Cristina Rodríguez Cabral | |
Birth Date: | 1959 5, df=y |
Birth Place: | Montevideo |
Nationality: | Uruguayan |
Alma Mater: | University of Missouri |
Occupation: | Writer, poet, and researcher |
Cristina Rodríguez Cabral (born 26 May 1959) is an Uruguayan poet, researcher, and Afro-Uruguayan activist.[1]
Rodríguez has a degree in sociology and nursing, a profession that she practiced for some time in Uruguay. She continued her academic training at the University of Missouri, where she obtained her PhD. She currently resides in the United States of America, where she works as a researcher and university professor.[2]
Rodríguez took an interest in literature at 11 years of age. Her first publications were published by the organization Mundo Afro, which campaigned for the equal rights of African diaspora in Uruguayan.
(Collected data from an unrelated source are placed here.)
import { afterAll, beforeAll, describe, expect, it } from "vitest";
import { QueryTypes, Sequelize } from "sequelize";
import { buildTestApp, sequelize, type TestApp } from "../../support/test-app.ts";
import { buildProvider, signedInAgent } from "../../support/build-provider.ts";
import { buildWorkOrderWorld, workOrderAt } from "../../fixtures/build-work-order-world.ts";
import { AuditEvent } from "../../../server/audit/model.ts";
import { JobReview } from "../../../server/reviews/model.ts";
import { JOB_LOCK_KEYS } from "../../../jobs/advisory-lock.ts";

let t: TestApp;
let admin: Awaited<ReturnType<typeof signedInAgent>>;
beforeAll(async () => {
  t = buildTestApp();
  admin = await signedInAgent(t.app, "platform", "admin");
});
afterAll(() => t.close());

const audits = (action: string, subjectId: number) =>
  AuditEvent.count({ where: { action, subjectId, actorUserId: admin.user.id } });

describe("deactivating a user", () => {
  it("ends the user's sessions at once: their existing cookie gets 401 on the next request", async () => {
    const provider = await buildProvider(t.app);
    const before = await provider.tech.get("/api/auth/me");

    const res = await admin.agent.post(`/api/admin/users/${provider.techUser.id}/deactivate`);
    const after = await provider.tech.get("/api/auth/me");
    const signIn = await provider.tech
      .post("/api/auth/sign-in")
      .send({ email: provider.techUser.email, password: "correct horse battery" });
    const listed = await admin.agent.get("/api/admin/users");

    expect(before.status).toBe(200);
    expect(res.status).toBe(200);
    expect(res.body.status).toBe("deactivated");
    expect(after.status).toBe(401);
    expect(signIn.status).toBe(401);
    expect(listed.body.find((u: { id: number }) => u.id === provider.techUser.id).status).toBe("deactivated");
    expect(await audits("user.deactivated", provider.techUser.id)).toBe(1);
  });

  it("reactivates a user, who may sign in again; a second deactivation of the same state is 409", async () => {
    const provider = await buildProvider(t.app);
    await admin.agent.post(`/api/admin/users/${provider.adminUser.id}/deactivate`).expect(200);

    const again = await admin.agent.post(`/api/admin/users/${provider.adminUser.id}/deactivate`);
    const back = await admin.agent.post(`/api/admin/users/${provider.adminUser.id}/reactivate`);
    const signIn = await provider.admin
      .post("/api/auth/sign-in")
      .send({ email: provider.adminUser.email, password: "correct horse battery" });

    expect(again.status).toBe(409);
    expect(back.status).toBe(200);
    expect(back.body.status).toBe("active");
    expect(signIn.status).toBe(200);
    expect(await audits("user.reactivated", provider.adminUser.id)).toBe(1);
  });

  it("lists an invited user who has not chosen a password as invited", async () => {
    const shop = await signedInAgent(t.app, "shop", "buyer");
    const invited = await admin.agent.post("/api/admin/invitations").send({
      email: `new-buyer-${shop.company.id}@example.test`,
      name: "Orla Penhallow",
      role: "buyer",
      companyId: shop.company.id,
    });

    const listed = await admin.agent.get("/api/admin/users");

    expect(invited.status).toBe(201);
    const row = listed.body.find(
      (u: { email: string }) => u.email === `new-buyer-${shop.company.id}@example.test`,
    );
    expect(row.status).toBe("invited");
    expect(listed.body.find((u: { id: number }) => u.id === shop.user.id).status).toBe("active");
  });

  it("refuses to let an admin deactivate their own account", async () => {
    const res = await admin.agent.post(`/api/admin/users/${admin.user.id}/deactivate`);

    expect(res.status).toBe(409);
    expect((await admin.agent.get("/api/auth/me")).status).toBe(200);
  });

  it("answers 403 to every other role and 404 to a missing user", async () => {
    const provider = await buildProvider(t.app);
    const reviewer = await signedInAgent(t.app, "platform", "reviewer");
    const buyer = await signedInAgent(t.app, "shop", "buyer");

    const byProvider = await provider.admin.post(`/api/admin/users/${provider.techUser.id}/deactivate`);
    const byReviewer = await reviewer.agent.post(`/api/admin/users/${provider.techUser.id}/deactivate`);
    const byBuyer = await buyer.agent.post(`/api/admin/users/${buyer.user.id}/reactivate`);
    const missing = await admin.agent.post("/api/admin/users/99999999/deactivate");

    expect([byProvider.status, byReviewer.status, byBuyer.status]).toEqual([403, 403, 403]);
    expect(missing.status).toBe(404);
    expect((await provider.tech.get("/api/auth/me")).status).toBe(200);
  });
});

describe("the companies list", () => {
  it("counts each company's users, technicians and sites", async () => {
    const provider = await buildProvider(t.app);
    const buyer = await signedInAgent(t.app, "shop", "buyer");

    const res = await admin.agent.get("/api/admin/companies");
    const byBuyer = await buyer.agent.get("/api/admin/companies");

    expect(res.status).toBe(200);
    expect(res.body.find((c: { id: number }) => c.id === provider.company.id)).toMatchObject({
      kind: "service",
      users: 2,
      technicians: 1,
      sites: 0,
    });
    expect(res.body.find((c: { id: number }) => c.id === buyer.company.id)).toMatchObject({
      kind: "shop",
      users: 1,
      technicians: 0,
    });
    expect(byBuyer.status).toBe(403);
  });
});

describe("running the daily job now", () => {
  it("runs as of now, records the run as the admin's and audits it", async () => {
    const asked = Date.now();

    const res = await admin.agent.post("/api/admin/job-runs/lapse");
    const runs = await admin.agent.get("/api/admin/job-runs");

    expect(res.status).toBe(201);
    expect(Math.abs(new Date(res.body.asOf).getTime() - asked)).toBeLessThan(60_000);
    const run = runs.body.find((r: { id: number }) => r.id === res.body.jobRunId);
    expect(run).toMatchObject({ job: "lapse", startedBy: { id: admin.user.id } });
    expect(run.finishedAt).not.toBeNull();
    expect(await audits("job.run_manually", res.body.jobRunId)).toBe(1);
  });

  it("answers 409 while a run holds the job's advisory lock, and records nothing", async () => {
    const holder = new Sequelize(t.config.DATABASE_URL!, { dialect: "postgres", logging: false });
    let release!: () => void;
    const released = new Promise<void>((resolve) => (release = resolve));
    let locked!: () => void;
    const lockTaken = new Promise<void>((resolve) => (locked = resolve));
    const holding = holder.transaction(async (transaction) => {
      await holder.query("SELECT pg_advisory_xact_lock($1)", { bind: [JOB_LOCK_KEYS.lapse], transaction });
      locked();
      await released;
    });
    await lockTaken;
    const manualRuns = async () =>
      (
        await sequelize().query<{ n: number }>(
          "SELECT count(*)::int AS n FROM job_runs WHERE started_by = $1",
          { bind: [admin.user.id], type: QueryTypes.SELECT },
        )
      )[0]!.n;
    const runsBefore = await manualRuns();

    const res = await admin.agent.post("/api/admin/job-runs/lapse");
    release();
    await holding;
    await holder.close();

    expect(res.status).toBe(409);
    expect(res.body.error.message).toMatch(/running already/);
    expect(await manualRuns()).toBe(runsBefore);
  });

  it("answers 403 to every other role", async () => {
    const provider = await buildProvider(t.app);
    const reviewer = await signedInAgent(t.app, "platform", "reviewer");

    const res = await Promise.all([
      provider.admin.post("/api/admin/job-runs/lapse"),
      provider.tech.post("/api/admin/job-runs/lapse"),
      reviewer.agent.post("/api/admin/job-runs/lapse"),
    ]);

    expect(res.map((r) => r.status)).toEqual([403, 403, 403]);
  });
});

describe("reported reviews", () => {
  async function reportedReview() {
    const world = await buildWorkOrderWorld(t.app);
    const id = await workOrderAt(world, "confirmed");
    const review = await world.shop.agent
      .post(`/api/work-orders/${id}/review`)
      .send({ stars: 2, body: "Left the coolant line loose." });
    await world.provider.admin
      .post(`/api/reviews/${review.body.id}/report`)
      .send({ reason: "The job was finished as agreed; see the thread." })
      .expect(200);
    return { world, reviewId: review.body.id as number };
  }

  it("keeps a reported review counted, once, and audits it", async () => {
    const { world, reviewId } = await reportedReview();

    const res = await admin.agent.post(`/api/admin/reviews/${reviewId}/keep`);
    const again = await admin.agent.post(`/api/admin/reviews/${reviewId}/keep`);
    const exclude = await admin.agent
      .post(`/api/admin/reviews/${reviewId}/exclude`)
      .send({ reason: "Changed my mind after keeping it" });
    const listed = await world.shop.agent.get(`/api/technicians/${world.provider.technician.id}/reviews`);

    expect(res.status).toBe(200);
    expect(res.body.kept).toMatchObject({ by: admin.user.name });
    expect(again.status).toBe(409);
    expect(exclude.status).toBe(200);
    expect(exclude.body.kept).toBeNull();
    expect(listed.body.count).toBe(0);
    expect(await audits("review.kept", reviewId)).toBe(1);
  });

  it("leaves a reported review out of the score with a reason; the review stays on file", async () => {
    const { world, reviewId } = await reportedReview();
    const before = await world.shop.agent.get(`/api/technicians/${world.provider.technician.id}/reviews`);

    const res = await admin.agent
      .post(`/api/admin/reviews/${reviewId}/exclude`)
      .send({ reason: "The rated job was a warranty call the shop disputed elsewhere" });
    const after = await world.shop.agent.get(`/api/technicians/${world.provider.technician.id}/reviews`);
    const keep = await admin.agent.post(`/api/admin/reviews/${reviewId}/keep`);

    expect(before.body.count).toBe(1);
    expect(res.status).toBe(200);
    expect(after.body.count).toBe(0);
    expect(keep.status).toBe(409);
    expect(await JobReview.count({ where: { id: reviewId } })).toBe(1);
    expect(await audits("review.excluded_from_score", reviewId)).toBe(1);
  });

  it("answers 403 to a reviewer or a party to the job, and 404 to a missing review", async () => {
    const { world, reviewId } = await reportedReview();
    const reviewer = await signedInAgent(t.app, "platform", "reviewer");

    const byReviewer = await reviewer.agent.post(`/api/admin/reviews/${reviewId}/keep`);
    const byShop = await world.shop.agent.post(`/api/admin/reviews/${reviewId}/keep`);
    const missing = await admin.agent.post("/api/admin/reviews/99999999/keep");

    expect([byReviewer.status, byShop.status]).toEqual([403, 403]);
    expect(missing.status).toBe(404);
    expect((await JobReview.findByPk(reviewId))!.keptAt).toBeNull();
  });
});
In 1986, her work Bahía, mágica Bahía won the Casa de las Américas Prize.[3] Currently, Rodríguez Cabral is an international reference in Afro-Uruguayan literature, and one of the few living afro-descendant writers to whom academic studies have been dedicated.[4]
In general, Rodríguez's work deals with marginalization and oppression on the grounds of race and gender.[1] There is, in her works, "a need to remember and reaffirm the inherited values of both our family and Africa."[3] Her initial works are focused on her feelings and intimate experiences from the perspective of a black Hispanic-American woman. In her post-1995 works, she introduces themes related to social militancy, racism and cultural identity.[5]